Smoking post treatment

zeeredhed
zeeredhed Member Posts: 4
edited February 2019 in Head and Neck Cancer #1

He treated for P16-positive HNSCC/  mets to local lymph nodes. He had tonsil removed did cisplatin and 6 weeks of radiation treatments. He was "cured" they said in early 2015 . He has neglected to get follow up scopes done and has begun smoking on and off. I cannot belive he is behaving like this.

 

 

Comments

  • debbiel0
    debbiel0 Member Posts: 134 Member
    I don't have words of wisdom,

    I don't have words of wisdom, but I can relate . I did 35 radiation treatments with two Cisplatin.  I stopped smoking 5 years before the "news" of tonsil  SCC Hpv+ 23 months ago.

    I still to this day, think about having just one more cigarette. Call it an addiction, a habit or just a straight up death sentence,  but I want it!

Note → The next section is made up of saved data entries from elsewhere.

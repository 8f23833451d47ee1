package app

import (
	"encoding/json"
	"os"
	"path/filepath"
	"regexp"
	"strconv"
	"strings"
	"testing"

	"github.com/spf13/cobra"

	"finmarch/cmd/internal/demo"
	"finmarch/cmd/internal/design"
)

// twoReadings are two plug-seat readings of the demo design, enough to fit
// its pressure recovery.
const twoReadings = `
[[measurement]]
speed = "60 km/h"
ambient = "25 C"
head = "180 C"
place = "plug-seat"
offset = "15 K"

[[measurement]]
speed = "90 km/h"
ambient = "25 C"
head = "200 C"
place = "plug-seat"
offset = "15 K"
`

// writeFile writes text to name in dir and returns its path.
func writeFile(t *testing.T, dir, name, text string) string {
	t.Helper()
	p := filepath.Join(dir, name)
	if err := os.WriteFile(p, []byte(text), 0o644); err != nil {
		t.Fatal(err)
	}
	return p
}

// airShapes writes the demo design's [air] table in every shape the parser
// accepts: under its header (as the demo has it), as an inline table on
// one line (with and without the key a calibration sets) or over several
// lines with comments (TOML 1.1), as dotted keys at the top level; each
// also with CRLF line ends.
func airShapes(t *testing.T) map[string]string {
	src := string(demo.Upright)
	start := strings.Index(src, "[air]\n")
	end := start + strings.Index(src[start:], "\n[load]")
	if start < 0 || end < start {
		t.Fatal("the demo design has no [air] table before [load]")
	}
	var keys []string // the [air] keys as written, comments dropped
	for _, l := range strings.Split(src[start:end], "\n")[1:] {
		if k, _, ok := strings.Cut(l, "#"); ok || strings.TrimSpace(l) != "" {
			if k = strings.TrimSpace(k); k != "" {
				keys = append(keys, k)
			}
		}
	}
	without := src[:start] + src[end+1:]
	name := strings.Index(without, "\n\n[cylinder]")
	top := func(lines string) string { return without[:name+1] + lines + without[name+1:] }
	var noRecovery []string
	for _, k := range keys {
		if !strings.HasPrefix(k, "pressure_recovery") {
			noRecovery = append(noRecovery, k)
		}
	}
	shapes := map[string]string{
		"header":                 src,
		"inline":                 top("air = { " + strings.Join(keys, ", ") + " }\n"),
		"inline without the key": top("air = { " + strings.Join(noRecovery, ", ") + " }  # the cooling air\n"),
		"inline over lines":      top("air = {\n  " + strings.Join(noRecovery, ", # a comment\n  ") + ",\n}\n"),
		"dotted":                 top("air." + strings.Join(keys, "\nair.") + "\n"),
		"dotted without the key": top("air." + strings.Join(noRecovery, "\nair.") + "\n"),
	}
	all := map[string]string{}
	for n, s := range shapes {
		all[n], all[n+", CRLF"] = s, strings.ReplaceAll(s, "\n", "\r\n")
	}
	return all
}

// calibrate --write on every shape of a design the parser accepts writes a
// design that parses back with the fitted values (the recovery to the four
// decimals printed, its half-width at two standard errors), and exits 0,
// not 6: an inline [air] table once made the written design unreadable.
func TestCalibrateWritesEveryShape(t *testing.T) {
	dir := t.TempDir()
	for name, src := range airShapes(t) {
		t.Run(name, func(t *testing.T) {
			if _, err := design.Parse([]byte(src), name); err != nil {
				t.Fatalf("the shape does not parse: %v\n%s", err, src)
			}
			slug := strings.NewReplacer(" ", "-", ",", "").Replace(name)
			in := writeFile(t, dir, slug+".toml", src+strings.ReplaceAll(twoReadings, "\n", map[bool]string{true: "\r\n", false: "\n"}[strings.Contains(src, "\r\n")]))
			out := filepath.Join(dir, slug+"-cal.toml")
			js, errs, code := run(t, "calibrate", in, "--write", out, "-f", "json", "-q")
			if code != 0 {
				t.Fatalf("exit %d: %s", code, errs)
			}
			var fit struct {
				Parameters []struct {
					Value    float64 `json:"value"`
					StdError float64 `json:"standard_error"`
				}
			}
			if err := json.Unmarshal([]byte(js), &fit); err != nil || len(fit.Parameters) != 1 {
				t.Fatalf("%v: %s", err, js)
			}
			text, err := os.ReadFile(out)
			if err != nil {
				t.Fatal(err)
			}
			d, err := design.Parse(text, out)
			if err != nil {
				t.Fatalf("the calibrated design does not parse: %v\n%s", err, text)
			}
			want, _ := strconv.ParseFloat(strconv.FormatFloat(fit.Parameters[0].Value, 'f', 4, 64), 64)
			if d.Case.Recovery != want {
				t.Errorf("recovery %g written, fitted %g", d.Case.Recovery, fit.Parameters[0].Value)
			}
			if hw := 2 * fit.Parameters[0].StdError; hw < 0.5 && !(d.Band.Spread.Recovery > 0.999*hw && d.Band.Spread.Recovery < 1.001*hw) {
				t.Errorf("half-width %g written, two standard errors %g", d.Band.Spread.Recovery, hw)
			}
			if strings.Contains(src, "\r\n") && strings.Count(string(text), "\n") != strings.Count(string(text), "\r\n") {
				t.Error("the calibrated design mixes line ends")
			}
		})
	}
}

// No two outputs of one run are one file: the calibrated design and the
// results table (same path, the same path spelled otherwise, a link to
// it), or both standard output; each is refused as a bad command line
// before anything is written, even with --force. With --write - the design
// alone goes to standard output, so that it pipes into estimate, and the
// results go to standard error or to the -o file.
func TestCalibrateOutputsDistinct(t *testing.T) {
	dir := t.TempDir()
	in := writeFile(t, dir, "cal.toml", string(demo.Upright)+twoReadings)
	old := writeFile(t, dir, "old.toml", "kept\n")
	link := filepath.Join(dir, "link.toml")
	if err := os.Symlink(old, link); err != nil {
		t.Fatal(err)
	}
	fresh := filepath.Join(dir, "fresh.toml")
	for _, c := range []struct {
		name string
		args []string
		frag string
	}{
		{"same new file", []string{"--write", fresh, "-o", fresh, "--force"}, "name the same file"},
		{"same file spelled otherwise", []string{"--write", fresh, "-o", filepath.Join(dir, ".", "sub", "..", "fresh.toml")}, "name the same file"},
		{"same existing file", []string{"--write", old, "-o", old, "--force"}, "name the same file"},
		{"a link to the other", []string{"--write", link, "-o", old, "--force"}, "name the same file"},
		{"both standard output", []string{"--write", "-", "-o", "-"}, "cannot both take standard output"},
	} {
		t.Run(c.name, func(t *testing.T) {
			_, errs, code := run(t, append([]string{"calibrate", in, "-q"}, c.args...)...)
			if code != ExitUsage || !strings.Contains(errs, c.frag) {
				t.Errorf("exit %d: %s", code, errs)
			}
			if b, _ := os.ReadFile(old); string(b) != "kept\n" {
				t.Errorf("%s was replaced", old)
			}
			if _, err := os.Stat(fresh); err == nil {
				t.Errorf("%s was written", fresh)
			}
		})
	}
	out, errs, code := run(t, "calibrate", in, "--write", "-", "-q")
	if code != 0 {
		t.Fatalf("--write -: exit %d %s", code, errs)
	}
	if _, err := design.Parse([]byte(out), "<stdin>"); err != nil {
		t.Errorf("standard output is not the calibrated design alone: %v\n%s", err, out)
	}
	if !strings.Contains(errs, "Fitted parameters") || !strings.Contains(errs, "to standard output") {
		t.Errorf("the results are not on standard error: %s", errs)
	}
	res := filepath.Join(dir, "results.json")
	out, errs, code = run(t, "calibrate", in, "--write", "-", "-o", res, "-q")
	if code != 0 {
		t.Fatalf("--write - -o FILE: exit %d %s", code, errs)
	}
	if _, err := design.Parse([]byte(out), "<stdin>"); err != nil {
		t.Errorf("standard output is not the calibrated design: %v", err)
	}
	if b, err := os.ReadFile(res); err != nil || !json.Valid(b) || strings.Contains(errs, "Fitted parameters") {
		t.Errorf("the results are not the JSON file alone: %v %s", err, errs)
	}
}

// Three scattered readings leave two standard errors of the recovery
// (0.74) above the half-width a design takes (0.5): the calibrated design
// holds the ceiling, parses, and a note says so; the run succeeds (it
// once ended as an internal error, exit 6).
func TestCalibrateBandAtCeiling(t *testing.T) {
	dir := t.TempDir()
	src := string(demo.Upright)
	for _, r := range [][2]string{{"60 km/h", "150 C"}, {"80 km/h", "235 C"}, {"100 km/h", "150 C"}} {
		src += "\n[[measurement]]\nspeed = \"" + r[0] + "\"\nambient = \"25 C\"\nhead = \"" + r[1] + "\"\n"
	}
	in := writeFile(t, dir, "scattered.toml", src)
	out := filepath.Join(dir, "cal.toml")
	txt, errs, code := run(t, "calibrate", in, "--write", out, "-q")
	if code != 0 {
		t.Fatalf("exit %d: %s", code, errs)
	}
	flat := strings.Join(strings.Fields(txt), " ")
	if !strings.Contains(flat, "exceed the largest half-width a design takes, 0.50: uncertainty.pressure_recovery is written as 0.50") {
		t.Errorf("no note of the ceiling:\n%s", txt)
	}
	b, _ := os.ReadFile(out)
	d, err := design.Parse(b, out)
	if err != nil || d.Band.Spread.Recovery != 0.5 {
		t.Fatalf("%v: the half-width is not held to the ceiling\n%s", err, b)
	}
}
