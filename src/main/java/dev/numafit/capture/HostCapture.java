package dev.numafit.capture;

import dev.numafit.diag.Diagnostic;
import dev.numafit.diag.SourceRef;
import java.util.ArrayList;
import java.util.Comparator;
import java.util.List;
import java.util.Map;
import java.util.Optional;
import java.util.SortedMap;
import java.util.TreeMap;
import java.util.TreeSet;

    maybe your husband is just trying to get back to "old normal".  For the most part I think most of us  try to adapt to the new normal, but I want my old life back! If that means ignoring the elephant in the room once in awhile,  so be it.  I can't change my saliva, swallowing, taste, and a whole laundry list of other annoying side effects.  Not saying smoking is ok, just saying it might be something familiar. I haven't tried the cigarette,  but I have pushed the envelope with different foods that I know I shouldn't eat , to try and find my old self. 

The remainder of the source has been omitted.